Он ел, а она сидела напротив и поворачивала круглый нож, он потом вспомнил, когда смотрел на часы, что нож так же вращался тогда, по кругу, покачиваясь на белой столешнице. И сейчас, когда он вспоминал, как она на него смотрела, ему казалось, что взгляд ее тогда так же уходил от него, как потом небо уходило от земли.

Он любил с чаем белый хлеб с маслом. И белый хлеб был нарезан, и масло лежало в масленке. Круглый нож, который она вращала, он забрал у нее, чтобы мазать масло на хлеб. Он пил чай и рассказывал, как прошел день, как поспорил с Семеновым насчет сегодняшнего матча.

- Я здесь, в кухне буду смотреть, чтобы тебе не мешать, - сказал он ей.

- Ты мне не помешаешь, - сказала она. – Я уезжаю, Дима.

И он поднял на нее удивленные глаза.

- Я давно хотела тебе сказать. Я встречаюсь с другим. Я сегодня к нему уезжаю.

Он молчал и смотрел на нее во все глаза. Дурная шутка, так ему казалось.

- Я не могла решиться. Я знаю, что тебе больно. Но что тут поделать. Я хотела тебе оставить письмо и уехать, без объяснений, но не смогла. Не знаю, наверно, было бы лучше письмо.
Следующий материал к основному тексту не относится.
'use client';
// The citation page of a campaign (C10): the metadata a DataCite record and a schema.org Dataset need, edited by the
// team's PI or a data steward, with its completeness and the three record downloads. Everyone else of the team
// reads it. The server parses every field (lib/citation/schema.ts); its messages are shown beside the fields.
import { useMutation, useQuery, useQueryClient } from '@tanstack/react-query';
import Link from 'next/link';
import { type FormEvent, useEffect, useState } from 'react';
import { Badge, Button, ErrorState, Field, inputClass, LoadingBlock, PageHeader, Panel } from '@/components/ui';
import { ApiError, apiFetch, detailsByField } from '@/lib/api/client';
import type { CitationBody } from '@/lib/citation/schema';
import { FUNDER_IDENTIFIER_TYPES, RELATED_IDENTIFIER_TYPES, RELATION_TYPES } from '@/lib/citation/vocabulary';
import type { CitationDto } from '@/lib/db/queries/citations';
import { formatDateTime } from '@/lib/format';
import { CampaignRetentionPanel } from './campaign-retention';
import { LandingPanel } from './landing-panel';

type CitationResponse = CitationDto & { can: { edit: boolean; retention: boolean } };

// FORM STATE (strings while typing; the server turns them into the schema's values) //

interface CreatorRow {
  nameType: 'Personal' | 'Organizational';
  givenName: string;
  familyName: string;
  organisationName: string;
  orcid: string;
  affiliations: string;
}
interface FundingRow {
  funderName: string;
  funderIdentifier: string;
  funderIdentifierType: string;
  awardNumber: string;
  awardTitle: string;
}
interface RelatedRow {
  identifier: string;
  identifierType: string;
  relationType: string;
}
interface FormState {
  title: string;
  publisher: string;
  publicationYear: string;
  doi: string;
  version: string;
  licence: string;
  description: string;
  keywords: string;
  creators: CreatorRow[];
  funding: FundingRow[];
  relatedIdentifiers: RelatedRow[];
}

const COMMON_LICENCES = ['CC-BY-4.0', 'CC0-1.0', 'CC-BY-SA-4.0', 'CC-BY-NC-4.0', 'ODbL-1.0', 'PDDL-1.0'];
const emptyCreator = (): CreatorRow => ({
  nameType: 'Personal',
  givenName: '',
  familyName: '',
  organisationName: '',
  orcid: '',
  affiliations: '',
});
const emptyFunding = (): FundingRow => ({
  funderName: '',
  funderIdentifier: '',
  funderIdentifierType: '',
  awardNumber: '',
  awardTitle: '',
});
const emptyRelated = (): RelatedRow => ({ identifier: '', identifierType: 'DOI', relationType: 'IsSupplementTo' });
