export async function insertRawFileAndScan(input: {
  upload: UploadRecord;
  campaignId: number;
  sha256: string;
  status: 'accepted' | 'quarantined';
  reasons: string[];
  metadata: ScanMetadata | null;
  transaction: Transaction;
}): Promise<{ rawFileId: number; scanId: number }> {
  const { upload, transaction } = input;
  const raw = await RawFile.create(
    {
      team_id: upload.teamId,
      sha256: input.sha256,
      bucket: upload.bucket,
      storage_key: upload.objectKey,
      size_bytes: upload.sizeBytes,
      original_name: upload.fileName,
      status: input.status,
      quarantine_reasons: input.status === 'quarantined' ? input.reasons : null,
      metadata: input.metadata,
      metadata_completeness: metadataCompleteness(input.metadata),
      uploaded_by: upload.userId,
      verified_at: new Date(),
      released_by: null,
      released_at: null,
      replaced_by_id: null,
      archived_at: null,
      archive_key: null,
      embargo_until: null,
      retention_until: null,
      last_fixity_at: new Date(),
      last_fixity_ok: true,
      deleted_at: null,
    },
    { transaction },
  );
  const scan = await insertScan({
    upload,
    campaignId: input.campaignId,
    rawFileId: raw.id,
    metadata: input.metadata,
    status: input.status === 'accepted' ? 'uploaded' : 'quarantined',
    statusMessage: input.status === 'quarantined' ? (input.reasons[0] ?? 'quarantined') : null,
    transaction,
  });
  return { rawFileId: raw.id, scanId: scan };
}

export async function insertScan(input: {
  upload: UploadRecord;
  campaignId: number;
  rawFileId: number;
  metadata: ScanMetadata | null;
  status: 'uploaded' | 'quarantined';
  statusMessage: string | null;
  transaction: Transaction;
}): Promise<number> {
  const scan = await Scan.create(
    {
      team_id: input.upload.teamId,
      campaign_id: input.campaignId,
      shift_id: input.upload.shiftId,
      raw_file_id: input.rawFileId,
      ...scanColumnsFrom(input.metadata),
      status: input.status,
      status_message: input.statusMessage,
      latest_result_id: null,
      offset_deg: null,
      offset_err_deg: null,
      flag_note: null,
      created_by: input.upload.userId,
    },
    { transaction: input.transaction },
  );
  return scan.id;
}

export async function setUploadOutcome(input: {
  uploadId: number;
  rawFileId: number;
  scanId: number;
  clientSha256: string | null;
  transaction: Transaction;
}): Promise<void> {
  await Upload.update(
    {
      raw_file_id: input.rawFileId,
      scan_id: input.scanId,
      status: 'completed',
      error: null,
      client_sha256: input.clientSha256,
    },
    { where: { id: input.uploadId }, transaction: input.transaction },
  );
}

/** Sets a quarantined raw file (and its scans) released, with corrected metadata when given. */
export async function releaseRawFileRows(input: {
  rawFileId: number;
  userId: number;
  metadata: ScanMetadata | null;
  override: Record<string, unknown> | null;
  note: string;
  transaction: Transaction;
}): Promise<number[]> {
  const { transaction } = input;
  const patch: Partial<RawFile> = {
    status: 'released',
    released_by: input.userId,
    released_at: new Date(),
    metadata_override: input.override,
    release_note: input.note,
  };
  if (input.metadata) {
    patch.metadata = input.metadata;
    patch.metadata_completeness = metadataCompleteness(input.metadata);
  }
  await RawFile.update(patch, { where: { id: input.rawFileId }, transaction });
  const scans = await Scan.findAll({ where: { raw_file_id: input.rawFileId }, transaction });
  for (const s of scans) {
    await s.update(
      { ...(input.metadata ? scanColumnsFrom(input.metadata) : {}), status: 'uploaded', status_message: null },
      { transaction },
    );
  }
  return scans.map((s) => s.id);
}

export async function markRawFileReplaced(input: {
  rawFileId: number;
  replacedById: number;
  transaction: Transaction;
}): Promise<void> {
  await RawFile.update(
    { status: 'replaced', replaced_by_id: input.replacedById },
    { where: { id: input.rawFileId, status: 'quarantined' }, transaction: input.transaction },
  );
  await Scan.update(
    { status_message: `Replaced by a new upload (raw file ${input.replacedById}).` },
    { where: { raw_file_id: input.rawFileId }, transaction: input.transaction },
  );
}

export async function listShiftFiles({ shiftId }: { shiftId: number }): Promise<ShiftFileDto[]> {
  return db('listShiftFiles', async () => {
    const scans = await Scan.findAll({
      where: { shift_id: shiftId },
      include: [{ model: RawFile, as: 'rawFile' }],
      order: [['id', 'ASC']],
    });
    const uploads = await Upload.findAll({ where: { shift_id: shiftId, status: 'completed' }, raw: true });
    const uploadByScan = new Map<number, Upload>();
    for (const u of uploads) if (u.scan_id) uploadByScan.set(u.scan_id, u);
    const replacedFrom = new Map<number, number>();
    const rawIds = scans.map((s) => s.raw_file_id);
    if (rawIds.length) {
      const predecessors = await RawFile.findAll({
        where: { replaced_by_id: rawIds },
        attributes: ['id', 'replaced_by_id'],
        raw: true,
      });
      for (const p of predecessors) if (p.replaced_by_id) replacedFrom.set(p.replaced_by_id, p.id);
    }
    const names = await userNames(scans.map((s) => s.created_by));
    return scans.map((s) => {
      const raw = (s as Scan & { rawFile?: RawFile }).rawFile;
      const upload = uploadByScan.get(s.id);
      // A duplicate upload's own object was deleted; its scan points at the raw file stored earlier.
      const duplicateLinked =
        !!upload &&
        !!raw &&
        upload.object_key !== raw.storage_key &&
        storedKeyFor(upload.object_key) !== raw.storage_key;
      return {
        scanId: s.id,
        rawFileId: s.raw_file_id,
        fileName: upload?.file_name ?? raw?.original_name ?? '',
        sizeBytes: Number(raw?.size_bytes ?? 0),
        sha256: raw?.sha256 ?? '',
        rawStatus: (raw?.status ?? 'accepted') as RawFileStatusDto,
        scanStatus: s.status,
        reasons: raw?.quarantine_reasons ?? [],
        warnings: catalogueLimits((raw?.metadata as ScanMetadata | null) ?? null).warnings,
        duplicateLinked,
        uploadedAt: iso(s.created_at) ?? '',
        uploadedBy: s.created_by ? (names.get(s.created_by) ?? null) : null,
        releasedAt: iso(raw?.released_at),
        releaseNote: raw?.release_note ?? null,
        replacedByRawFileId: raw?.replaced_by_id ?? null,
        replacesRawFileId: replacedFrom.get(s.raw_file_id) ?? null,
        summary: {
          experimentKind: s.experiment_kind,
          target: s.target,
          wavelengthNm: s.wavelength_nm,
          nSteps: s.n_steps,
          nY: s.n_y,
          nX: s.n_x,
        },
      };
    });
  });
}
Он молчал. Он не понимал, что она такое говорит.

Она встала из-за стола.

Он слышал, как щелкает выключатель в прихожей, что-то сдвигается.

- Дима. – Это ее голос, из прихожей. – Дима, я ухожу, закрой дверь.

Шорох, шаги, клацанье дверного замка. Тишина.

Он поднялся из-за стола, погасил в кухне свет, подошел к отворенному окну.

Тепло, тихо. Из подъезда выходит она, с сумкой. Дорожная сумка, обычно она с ней в отпуск. Выходит из подъезда, и у машины возле детской площадки вспыхивают фары. Она подходит к машине. Водитель выбирается из салона. Забирает у нее сумку, ставит в багажник. Она оглядывается, смотрит снизу вверх. Но он стоит в темноте, и вряд ли она его видит. Машина «Фиат», темно-синяя. Водитель высокий, худой, сутулый. Трудно разобрать его лицо. Он открывает ей дверцу.

Машина разворачивается и уходит.

Такое могло случиться с кем угодно, но только не с ним. Он ничего не понимает. Ему даже кажется, что он ничего не чувствует.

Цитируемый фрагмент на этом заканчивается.